#### Exercise directions:
Every word of the listing must be returned. Retype it exactly.

─── Records for the task ───

"""``perfcheck demo`` end to end, as a new user runs it (synthetic truth: perfcheck.scenario)."""

from __future__ import annotations

import json
import os

import pytest
from click.testing import CliRunner

from perfcheck.cli import main


@pytest.mark.slow
def test_demo_runs_every_stage_inside_its_folder(tmp_path):
    out, cwd = tmp_path / "out", tmp_path / "cwd"
    cwd.mkdir()
    before = os.getcwd()
    os.chdir(cwd)
    try:
        result = CliRunner().invoke(main, ["demo", "--out", str(out), "--quiet"])
    finally:
        os.chdir(before)
    assert result.exit_code == 0, result.output
    text = result.output
    # the ingest accounting in total only; the key tables; at most about 100 lines
    assert "total: 49 file(s) loaded" in text and "rows read =" in text
    for heading in ("data coverage", "performance per month, findings", "Findings: ",
                    "capacity test", "report and evidence bundle"):
        assert heading in text
    assert "evidence bundle verified" in text
    assert len(text.splitlines()) <= 110
    # the last lines name the files to open
    assert text.splitlines()[-4:] == [
        f"report:          {out / 'report' / 'report.html'}",
        f"report as PDF:   {out / 'report' / 'report.pdf'}",
        f"evidence bundle: {out / 'evidence.zip'} ({text.split('evidence.zip (')[1].split()[0]}"
        " files)",
        f"check document:  {out / 'check.json'}"]
    for name in ("site.toml", "site.duckdb", "check.json", "capacity.json", "evidence.zip",
                 "report/report.html", "report/report.pdf"):
        assert (out / name).is_file(), name
    doc = json.loads((out / "check.json").read_text(encoding="utf-8"))
    losses = doc["losses"]
    parts = sum(losses["by_cause_kwh"].values()) + losses["unexplained_kwh"]
    # JSON keeps 7 significant digits of each energy
    assert parts == pytest.approx(losses["expected_kwh"] - losses["measured_kwh"], abs=0.1)
    assert list(cwd.iterdir()) == [], "the demo wrote outside its --out folder"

───

#### Exercise solution:
"""``perfcheck demo`` end to end, as a new user runs it (synthetic truth: perfcheck.scenario)."""

from __future__ import annotations

import json
import os

import pytest
from click.testing import CliRunner

from perfcheck.cli import main


@pytest.mark.slow
def test_demo_runs_every_stage_inside_its_folder(tmp_path):
    out, cwd = tmp_path / "out", tmp_path / "cwd"
    cwd.mkdir()
    before = os.getcwd()
    os.chdir(cwd)
    try:
        result = CliRunner().invoke(main, ["demo", "--out", str(out), "--quiet"])
    finally:
        os.chdir(before)
    assert result.exit_code == 0, result.output
    text = result.output
    # the ingest accounting in total only; the key tables; at most about 100 lines
    assert "total: 49 file(s) loaded" in text and "rows read =" in text
    for heading in ("data coverage", "performance per month, findings", "Findings: ",
                    "capacity test", "report and evidence bundle"):
        assert heading in text
    assert "evidence bundle verified" in text
    assert len(text.splitlines()) <= 110
    # the last lines name the files to open
    assert text.splitlines()[-4:] == [
        f"report:          {out / 'report' / 'report.html'}",
        f"report as PDF:   {out / 'report' / 'report.pdf'}",
        f"evidence bundle: {out / 'evidence.zip'} ({text.split('evidence.zip (')[1].split()[0]}"
        " files)",
        f"check document:  {out / 'check.json'}"]
    for name in ("site.toml", "site.duckdb", "check.json", "capacity.json", "evidence.zip",
                 "report/report.html", "report/report.pdf"):
        assert (out / name).is_file(), name
    doc = json.loads((out / "check.json").read_text(encoding="utf-8"))
    losses = doc["losses"]
    parts = sum(losses["by_cause_kwh"].values()) + losses["unexplained_kwh"]
    # JSON keeps 7 significant digits of each energy
    assert parts == pytest.approx(losses["expected_kwh"] - losses["measured_kwh"], abs=0.1)
    assert list(cwd.iterdir()) == [], "the demo wrote outside its --out folder"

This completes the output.